Она ободряюще улыбается и садится на подоконник, обнимая Эрика и прижимаясь головой к его груди. Стук молотков в голове исчезает через несколько секунд.

— Красиво, да? — сквозь узкую щель он смотрит, как над городом расцветает рассветное зарево.

— Красиво. Я пойду, чайник поставлю…

— Ты… Избегаешь говорить со мной. Я чувствую.

Он поспешно закрывает ставни и прижимается лбом к стене.

— Да нет, я не избегаю, я просто не знаю, о чем. О том, что вчера было, тебе говорить неприятно, о театре не надо, потому что… Ну, в общем, это… Вот. Я пойду, — Жози выскользнула из комнаты прежде, чем он успел ей что-то сказать. Эрик почувствовал, что улыбается. Сейчас от ее прямолинейности и какой-то патологической честности было легче.

Весь день они проводят, практически не говоря друг с другом, кроме как по делу. Эрик понимает, что это было даже лучше, чем давить из себя слова. Может быть, им не нужны слова, чтобы понимать друг друга?

Когда он точно знает, что рядом есть место, где он может спрятаться, если вдруг начнет происходить что-то плохое, передвигаться по квартире становится легче. Он находит в себе силы приготовить для них с Жози вкусный обед, почитать книгу и даже порепетировать со своей девочкой особо сложный отрывок из одной оперы.

Спать уходят очень рано, еще когда не стемнело. А утром он замирает у чуть приоткрытой ставни в ожидании рассвета. Жози так же, как и накануне, сидит рядом с ним, обняв. В этот раз смотреть на происходящее за окном легче. Он привыкнет. Должен привыкнуть.
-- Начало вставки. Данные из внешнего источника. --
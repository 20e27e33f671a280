import { CountPipe } from '../../../shared/words/count-words';
import { DecimalPipe } from '@angular/common';
import { ChangeDetectionStrategy, Component, computed, effect, inject, input, output, untracked } from '@angular/core';
import { toSignal } from '@angular/core/rxjs-interop';
import { NonNullableFormBuilder, ReactiveFormsModule, type FormControl } from '@angular/forms';
import { MatFormFieldModule } from '@angular/material/form-field';
import { MatIconModule } from '@angular/material/icon';
import { MatInputModule } from '@angular/material/input';
import { MatRadioModule } from '@angular/material/radio';
import { MatSelectModule } from '@angular/material/select';
import {
  distributionFamilies,
  SHARE_SUM_EXACT_TOLERANCE,
  SHARE_SUM_ROUNDING_TOLERANCE,
  type DistributionFamily,
  type Hypothesis,
} from '@tallyfit/engine';
import { totalOf } from '../data-step/data-choice';
import type { ParsedCounts } from '../data-step/pasted-counts';
import {
  buildHypothesis,
  draftFromHypothesis,
  FAMILY_NAMES,
  FAMILY_PARAMS,
  previewExpected,
  previewShares,
  STREAM_KINDS,
  sumOf,
  type HypothesisDraft,
  type HypothesisKind,
  type ParamName,
} from './hypothesis-draft';

/** Expected counts below this make the chi-square approximation doubtful (Cochran's rule; common practice). */
const SMALL_EXPECTED = 5;

/**
 * The second step: what the counts were expected to be. The expected counts the hypothesis
 * implies are computed by the engine in the browser and shown as the person types.
 *
 * A watch reuses the step with `streamed` set: its counts arrive later in batches, so only
 * hypotheses with shares fixed in advance are offered and the preview shows the expected shares.
 */
@Component({
  selector: 'tf-hypothesis-step',
  imports: [
    CountPipe,
    DecimalPipe, ReactiveFormsModule, MatFormFieldModule, MatIconModule, MatInputModule, MatRadioModule, MatSelectModule],
  templateUrl: './hypothesis-step.html',
  styleUrl: './hypothesis-step.scss',
  changeDetection: ChangeDetectionStrategy.OnPush,
})
export class HypothesisStep {
  private readonly fb = inject(NonNullableFormBuilder);

  readonly observed = input<ParsedCounts | null>(null);
  /** The counts arrive later, batch by batch (a watch); `observed` then holds the categories only. */
  readonly streamed = input(false);
  /** A hypothesis to start from (a watch being changed, or change and re-run), filled in once the categories are known. */
  readonly initial = input<Hypothesis | null>(null);
  private initialApplied = false;
  readonly hypothesisChange = output<Hypothesis | null>();

  protected readonly families = distributionFamilies;
  protected readonly familyNames = FAMILY_NAMES;
  protected readonly familyParams = FAMILY_PARAMS;
  protected readonly smallExpected = SMALL_EXPECTED;
  private readonly allKinds: { value: HypothesisKind; label: string }[] = [
    { value: 'equal', label: 'Every category equally likely' },
    { value: 'proportions', label: 'A share for each category' },
    { value: 'ratio', label: 'A ratio, such as 9:3:3:1' },
    { value: 'counts', label: 'An expected count for each category' },
    { value: 'distribution', label: 'A distribution fitted to the counts' },
  ];
  protected readonly kinds = computed(() =>
    this.streamed() ? this.allKinds.filter((kind) => STREAM_KINDS.includes(kind.value)) : this.allKinds,
  );

  protected readonly form = this.fb.group({
    kind: this.fb.control<HypothesisKind>('equal'),
    values: this.fb.array<FormControl<number | null>>([]),
    ratio: this.fb.control(''),
    family: this.fb.control<DistributionFamily>('poisson'),
    params: this.fb.group({
      lambda: this.fb.control<number | null>(null),
      p: this.fb.control<number | null>(null),
      trials: this.fb.control<number | null>(null),
      mean: this.fb.control<number | null>(null),
      sd: this.fb.control<number | null>(null),
      min: this.fb.control<number | null>(null),
      max: this.fb.control<number | null>(null),
    }),
    breaks: this.fb.control(''),
  });

  protected readonly draft = toSignal(this.form.valueChanges, { initialValue: this.form.getRawValue() });
  protected readonly kind = computed(() => this.draft().kind ?? 'equal');
  protected readonly labels = computed(() => this.observed()?.labels ?? []);
  protected readonly n = computed(() => totalOf(this.observed()?.counts ?? []));
  protected readonly valuesSum = computed(() => sumOf(this.draft().values ?? []));
  protected readonly sumState = computed(() => {
    const kind = this.kind();
    const total = this.valuesSum();
    const target = kind === 'proportions' ? 1 : this.n();
    const gap = Math.abs(total - target);
    if (gap <= SHARE_SUM_EXACT_TOLERANCE * Math.max(1, target)) return 'exact';
    return gap <= SHARE_SUM_ROUNDING_TOLERANCE * Math.max(1, target) ? 'rounded' : 'off';
  });

  protected readonly outcome = computed(() => {
    this.draft();
    const observed = this.observed();
    if (!observed) return null;
    return buildHypothesis(this.form.getRawValue() as HypothesisDraft, observed);
  });
  protected readonly preview = computed(() => {
    // re-read on every change of the form
    this.draft();
    const observed = this.observed();
    const outcome = this.outcome();
    if (!observed || !outcome?.ok) return null;
    return this.streamed() ? previewShares(observed.labels, outcome.hypothesis) : previewExpected(observed, outcome.hypothesis);
  });
  protected readonly smallCells = computed(() => {
    const preview = this.preview();
    // Streamed counts have no expected counts yet; each batch's own analysis checks them.
    if (this.streamed()) return 0;
    return preview?.ok ? preview.rows.filter((row) => row.expected < SMALL_EXPECTED).length : 0;
  });

  constructor() {
    // One value field per category, kept in step with the data.
    effect(() => {
      const k = this.labels().length;
      untracked(() => {
        const values = this.form.controls.values;
        while (values.length < k) values.push(this.fb.control<number | null>(null));
        while (values.length > k) values.removeAt(values.length - 1);
      });
    });
    // A given hypothesis fills the form once, after the value fields exist (one per category), so
    // per-category values have somewhere to go; later edits of the counts do not undo the person's changes.
    effect(() => {
      const initial = this.initial();
      const k = this.labels().length;
      if (!initial || this.initialApplied || k === 0) return;
      untracked(() => {
        const draft = draftFromHypothesis(initial);
        this.form.patchValue({ ...draft, values: draft.values?.length === k ? draft.values : [] });
        this.initialApplied = true;
      });
    });
    effect(() => {
      const outcome = this.outcome();
      const preview = this.preview();
      this.hypothesisChange.emit(outcome?.ok && preview?.ok ? outcome.hypothesis : null);
    });
  }

  protected paramControl(name: ParamName): FormControl<number | null> {
    return this.form.controls.params.controls[name];
  }

  /** Fill the values with equal shares (or counts) as a starting point. */
  protected fillEvenly(): void {
    const k = this.labels().length;
    if (k === 0) return;
    const each = this.kind() === 'proportions' ? Number((1 / k).toFixed(4)) : Number((this.n() / k).toFixed(2));
    this.form.controls.values.setValue(Array.from({ length: k }, () => each));
  }
}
Филипп является к ним ближе к обеду. Судя по тому, как сияет лицо молодого дворянина — новости хорошие.

— Карье взяли. Причем фактически в момент преступления. Люди Леду едва не упустили ее, но мои подчиненные успели и девчонку спасти, и Жерара схватить. Вы вдвоем должны будете дать показания против него. Ну, рассказать все про эту ситуацию с Призраком.

Эрик безучастно кивает. Он уже понял, что ему придется говорить с другими людьми. С теми, кто будет вести расследование. Единственное, что он попросил Филиппа разрешить ему взять на дачу показаний Жозефину. Та действовала лучше любых успокоительных.

Отправиться в полицейский участок им пришлось через два дня. Благо что Филипп сам отвез друзей до нужного дома, при этом предусмотрительно завесив все окна в карете.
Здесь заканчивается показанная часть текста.